_PROBLEM DESCRIPTION_
Look below for the line that has "controller.enqueue(piece)". Set down the lines from there through the line that has "method: 'POST', body: empty", exactly as written.

Collected data entries
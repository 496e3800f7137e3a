import { type ChildProcess, spawn } from 'node:child_process'
import { afterAll, afterEach, beforeAll, beforeEach, describe, expect, it } from 'vitest'
import { importLimits } from '@/schemas/import-limits'
import { createImportSite, type ImportSite, uploadRequest } from '../support/import-site'

let site: ImportSite
beforeAll(async () => {
  site = await createImportSite()
})
afterAll(() => site.close())

const head = 'code,form,dc,apmx,oal,dmm,description\n'

function manyCutters(prefix: string, count: number): string {
  const rows = Array.from({ length: count }, (_, at) => `${prefix}-${at},square,6,12,57,6,Number ${at}`)
  return head + rows.join('\n')
}

async function countItems(prefix: string): Promise<number> {
  const row = await site.db('items').where('code', 'like', `${prefix}-%`).count().first()
  return Number(row?.count)
}

async function until(condition: () => Promise<boolean>, what: string): Promise<void> {
  const end = Date.now() + 50_000
  while (!(await condition())) {
    if (Date.now() > end) throw new Error(`waited in vain: ${what}`)
    await new Promise((resolve) => setTimeout(resolve, 100))
  }
}

async function waitingBackends(): Promise<number> {
  const row = await site
    .db('pg_stat_activity')
    .where('wait_event_type', 'Lock')
    .whereRaw('datname = current_database()')
    .count()
    .first()
  return Number(row?.count)
}

it('the database is told what was staged, so that it does not plan for a row where there are thousands', async () => {
  const { id: earlier } = await site.checked({ kind: 'cutters', content: manyCutters('PLA', 2_000) })
  // As autovacuum may have left it: it knows of the first file and of no other.
  await site.db.raw('analyze import_rows')
  const { id } = await site.checked({ kind: 'cutters', content: manyCutters('PLB', 3_000) })
  const { rows } = await site.db.raw(
    'explain (format json) select line from import_rows where import_id = ?',
    [id],
  )
  const expected = rows[0]['QUERY PLAN'][0].Plan['Plan Rows']
  expect(expected).toBeGreaterThan(1_500)
  expect(expected).toBeLessThan(6_000)
  // The next tests ask for a store without files.
  for (const staged of [earlier, id]) await site.cancel(staged)
})

describe('a cancel', () => {
  it('it leaves no row, no file and nothing in the catalogue', async () => {
    const { id } = await site.checked({ kind: 'cutters', content: manyCutters('LA', 3) })
    await site.cancel(id)
    expect(await site.get(id)).toMatchObject({ state: 'cancelled', added: 0, rejected: [] })
    expect(await site.db('import_rows').where('import_id', id)).toEqual([])
    expect(site.storedFiles()).toEqual([])
    expect(await countItems('LA')).toBe(0)
    await expect(site.commit(id)).rejects.toMatchObject({ code: 'import-not-ready' })
    await site.cancel(id)
  })

  it('it stops the reading of a file', async () => {
    const id = await site.upload({ kind: 'cutters', content: manyCutters('LB', 20_000) })
    const reading = site.check(id)
    await until(async () => (await site.get(id)).rowsRead > 0, 'the first rows')
    await site.cancel(id)
    await reading
    expect(await site.get(id)).toMatchObject({ state: 'cancelled' })
    expect(await site.db('import_rows').where('import_id', id)).toEqual([])
    expect(site.storedFiles()).toEqual([])
  })

  it('it undoes a commit that is under way, even one that waits', async () => {
    const { id } = await site.checked({ kind: 'cutters', content: manyCutters('LC', 2000) })
    await site.commit(id)
    // Somebody holds the catalogue, so the commit stands in the middle of its transaction.
    const blocker = await site.db.transaction()
    await blocker.raw('lock table cutters in access exclusive mode')
    try {
      const applying = site.apply(id)
      await until(async () => (await waitingBackends()) > 0, 'the commit to wait')
      await site.cancel(id)
      await applying
    } finally {
      await blocker.rollback()
    }
    expect(await site.get(id)).toMatchObject({ state: 'cancelled' })
    expect(await countItems('LC')).toBe(0)
    expect(await site.db('import_rows').where('import_id', id)).toEqual([])
    expect(await site.db('audit_entries').where('entity_id', id)).toEqual([])
  })

  it('it is refused once the import is committed', async () => {
    const { id } = await site.committed({ kind: 'cutters', content: manyCutters('LD', 2) })
    await expect(site.cancel(id)).rejects.toMatchObject({ code: 'import-already-committed' })
    await expect(site.commit(id)).rejects.toMatchObject({ code: 'import-already-committed' })
    expect(await countItems('LD')).toBe(2)
  })
})

describe('the check at the commit', () => {
  it('it keeps what somebody changed meanwhile where the file says nothing of it', async () => {
    await site.committed({ kind: 'cutters', content: manyCutters('LE', 1) })
    const { id } = await site.checked({ kind: 'cutters', content: 'code,oal\nLE-0,63\n' })
    await site.db('items').where('code', 'LE-0').update({ description: 'By hand' })
    await site.commit(id)
    await site.apply(id)
    expect(await site.get(id)).toMatchObject({ state: 'committed', changed: 1 })
    const row = await site.db('cutters').join('items', 'items.id', 'item_id').where('code', 'LE-0').first()
    expect(row).toMatchObject({ description: 'By hand', overall_length_mm: 63 })
  })

  it('it turns back what has become impossible, and changes nothing', async () => {
    await site.committed({ kind: 'cutters', content: manyCutters('LF', 2) })
    const { id } = await site.checked({ kind: 'cutters', content: 'code,apmx\nLF-0,50\nLF-1,13\n' })
    await site
      .db('cutters')
      .whereIn('item_id', site.db('items').where('code', 'LF-0').select('id'))
      .update({ overall_length_mm: 40 })
    await site.commit(id)
    await site.apply(id)
    const after = await site.get(id)
    expect(after).toMatchObject({ state: 'checked', changed: 1, rejectedCount: 1 })
    expect(after.message).toContain('The catalogue changed since this file was checked')
    const row = await site.db('cutters').join('items', 'items.id', 'item_id').where('code', 'LF-1').first()
    expect(row).toMatchObject({ length_of_cut_mm: 12 })
  })

  it('it makes a code that was added meanwhile a change, not a second item', async () => {
    const content = manyCutters('LG', 2)
    const [first, second] = [
      await site.checked({ kind: 'cutters', content }),
      await site.checked({ kind: 'cutters', content }),
    ]
    for (const { id } of [first, second]) await site.commit(id)
    await Promise.all([site.apply(first.id), site.apply(second.id)])
    const ends = [await site.get(first.id), await site.get(second.id)]
    expect(ends.map(({ state }) => state)).toEqual(['committed', 'committed'])
    expect(ends.map(({ added, unchanged }) => [added, unchanged]).sort()).toEqual([
      [0, 2],
      [2, 0],
    ])
    expect(await countItems('LG')).toBe(2)
  })
})

describe('a file that cannot be', () => {
  let waiting: string[]
  beforeEach(() => {
    waiting = site.storedFiles()
  })

  it.each([
    ['a workbook', Buffer.from('PK\x03\x04and more'), 'This is a workbook or a zip archive, not CSV.'],
    ['an image', Buffer.from([0x89, 0x50, 0x4e, 0x47, 0, 0]), 'This is an image, not CSV.'],
    ['an empty file', Buffer.from(''), 'This file is empty.'],
    [
      '201 columns',
      Buffer.from(Array.from({ length: 201 }, (_, at) => `c${at}`).join(',')),
      'more than 200 columns',
    ],
  ])('it refuses %s at the upload and keeps no file', async (_, content, message) => {
    await expect(site.upload({ kind: 'cutters', content })).rejects.toMatchObject({
      code: 'impossible',
      detail: expect.stringContaining(message),
    })
    expect(site.storedFiles()).toEqual(waiting)
  })

  it('it refuses more than 50 MB while it arrives, and keeps no file', async () => {
    const { createImport } = await import('@/server/services/imports/create-import')
    const boundary = 'xxxxxxxx'
    const opening = `--${boundary}\r\ncontent-disposition: form-data; name="file"; filename="a.csv"\r\n\r\ncode\r\n`
    const piece = new TextEncoder().encode('x'.repeat(1_000_000))
    let sent = 0
    const body = new ReadableStream({
      start: (controller) => controller.enqueue(new TextEncoder().encode(opening)),
      pull: (controller) => {
        sent += piece.length
        controller.enqueue(piece)
        if (sent > 2 * importLimits.fileBytes) controller.close()
      },
    })
    const request = new Request('http://127.0.0.1/api/imports', {
      method: 'POST',
      body,
      headers: { 'content-type': `multipart/form-data; boundary=${boundary}` },
      duplex: 'half',
    } as RequestInit)
    await expect(createImport(site.actor, request)).rejects.toMatchObject({ code: 'too-large' })
    expect(sent).toBeLessThan(importLimits.fileBytes + 8_000_000)
    expect(site.storedFiles()).toEqual(waiting)
  })

  it('it refuses a form without a file or kind', async () => {
    const { createImport } = await import('@/server/services/imports/create-import')
    const empty = new FormData()
    empty.set('kind', 'cutters')
    const request = new Request('http://127.0.0.1/', { method: 'POST', body: empty })
    await expect(createImport(site.actor, request)).rejects.toMatchObject({ code: 'wrong-shape' })
    const noKind = uploadRequest({ kind: 'nonsense' as 'cutters', content: 'a\n1\n' })
    await expect(createImport(site.actor, noKind)).rejects.toMatchObject({ code: 'wrong-shape' })
    expect(site.storedFiles()).toEqual(waiting)
  })

  it('it rejects a row with a cell beyond 10,000 characters, and takes one at the limit', async () => {
    const row = (code: string, length: number) => `${code},square,6,12,57,6,${'x'.repeat(length)}\n`
    const content =
      head + row('LH-1', importLimits.cellCharacters) + row('LH-2', importLimits.cellCharacters + 1)
    const checked = await site.checked({ kind: 'cutters', content })
    expect(checked).toMatchObject({ added: 1, rejectedCount: 1 })
    expect(checked.rejected[0]).toMatchObject({ line: 3, column: 'description' })
  })

  it('it keeps a bare quote and warns, and rejects a quote that is never closed at its line', async () => {
    const content = `${head}LI-1,square,6,12,57,6,1/2" long\nLI-2,square,6,12,57,6,"open\nLI-3,square,6,12,57,6,x\n`
    const checked = await site.checked({ kind: 'cutters', content })
    expect(checked).toMatchObject({ added: 1, rejectedCount: 1, warningCount: 1, rows: 2 })
    expect(checked.warnings[0]).toMatchObject({ line: 2, column: 'description', value: '1/2" long' })
    expect(checked.rejected[0]).toMatchObject({ line: 3, column: 'description' })
  })

  it('it ends an import whose text is broken with the reason, and drops file and rows', async () => {
    const content = Buffer.concat([
      Buffer.from(`\ufeff${head}LJ-1,square,6,12,57,6,a\n`),
      Buffer.from([0xff, 0x41]),
    ])
    const ended = await site.checked({ kind: 'cutters', content })
    expect(ended).toMatchObject({ state: 'failed' })
    expect(ended.message).toContain('holds bytes that are not')
    expect(site.storedFiles()).toEqual(waiting)
  })
})

describe('the worker, a process of its own', () => {
  const running = new Set<ChildProcess>()
  afterEach(() => {
    for (const worker of running) worker.kill('SIGKILL')
    running.clear()
  })

  function startWorker(): ChildProcess {
    const argv = ['--conditions=react-server', '--import', 'tsx', 'src/server/worker.ts']
    const worker = spawn(process.execPath, argv, { env: process.env, stdio: 'ignore' })
    running.add(worker)
    return worker
  }

  it('it takes up what a killed worker left in the middle, reading and committing, and does it once', async () => {
    const id = await site.upload({ kind: 'cutters', content: manyCutters('LK', 8_000) })
    const first = startWorker()
    await until(async () => (await site.get(id)).rowsRead > 0, 'the first worker to read')
    first.kill('SIGKILL')
    expect(await site.get(id)).toMatchObject({ state: 'reading' })

    const second = startWorker()
    await until(async () => (await site.get(id)).state === 'checked', 'the second worker to finish')
    expect(await site.get(id)).toMatchObject({ rows: 8_000, rowsRead: 8_000, added: 8_000 })
    // Somebody holds the cutters, so the worker dies with half of its transaction done.
    const blocker = await site.db.transaction()
    try {
      await blocker.raw('lock table cutters in access exclusive mode')
      await site.commit(id)
      await until(async () => (await waitingBackends()) > 0, 'the commit to be under way')
      second.kill('SIGKILL')
    } finally {
      await blocker.rollback()
    }
    await until(async () => (await waitingBackends()) === 0, 'what the dead worker had begun to be undone')
    expect(await countItems('LK')).toBe(0)
    expect(await site.get(id)).toMatchObject({ state: 'committing' })

    startWorker()
    await until(async () => (await site.get(id)).state === 'committed', 'the third worker to commit')
    expect(await countItems('LK')).toBe(8_000)
    expect(await site.db('audit_entries').where({ entity: 'import', entity_id: id })).toHaveLength(1)
  }, 180_000)
})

_RESPONSE_
        controller.enqueue(piece)
        if (sent > 2 * importLimits.fileBytes) controller.close()
      },
    })
    const request = new Request('http://127.0.0.1/api/imports', {
      method: 'POST',
      body,
      headers: { 'content-type': `multipart/form-data; boundary=${boundary}` },
      duplex: 'half',
    } as RequestInit)
    await expect(createImport(site.actor, request)).rejects.toMatchObject({ code: 'too-large' })
    expect(sent).toBeLessThan(importLimits.fileBytes + 8_000_000)
    expect(site.storedFiles()).toEqual(waiting)
  })

  it('it refuses a form without a file or kind', async () => {
    const { createImport } = await import('@/server/services/imports/create-import')
    const empty = new FormData()
    empty.set('kind', 'cutters')
    const request = new Request('http://127.0.0.1/', { method: 'POST', body: empty })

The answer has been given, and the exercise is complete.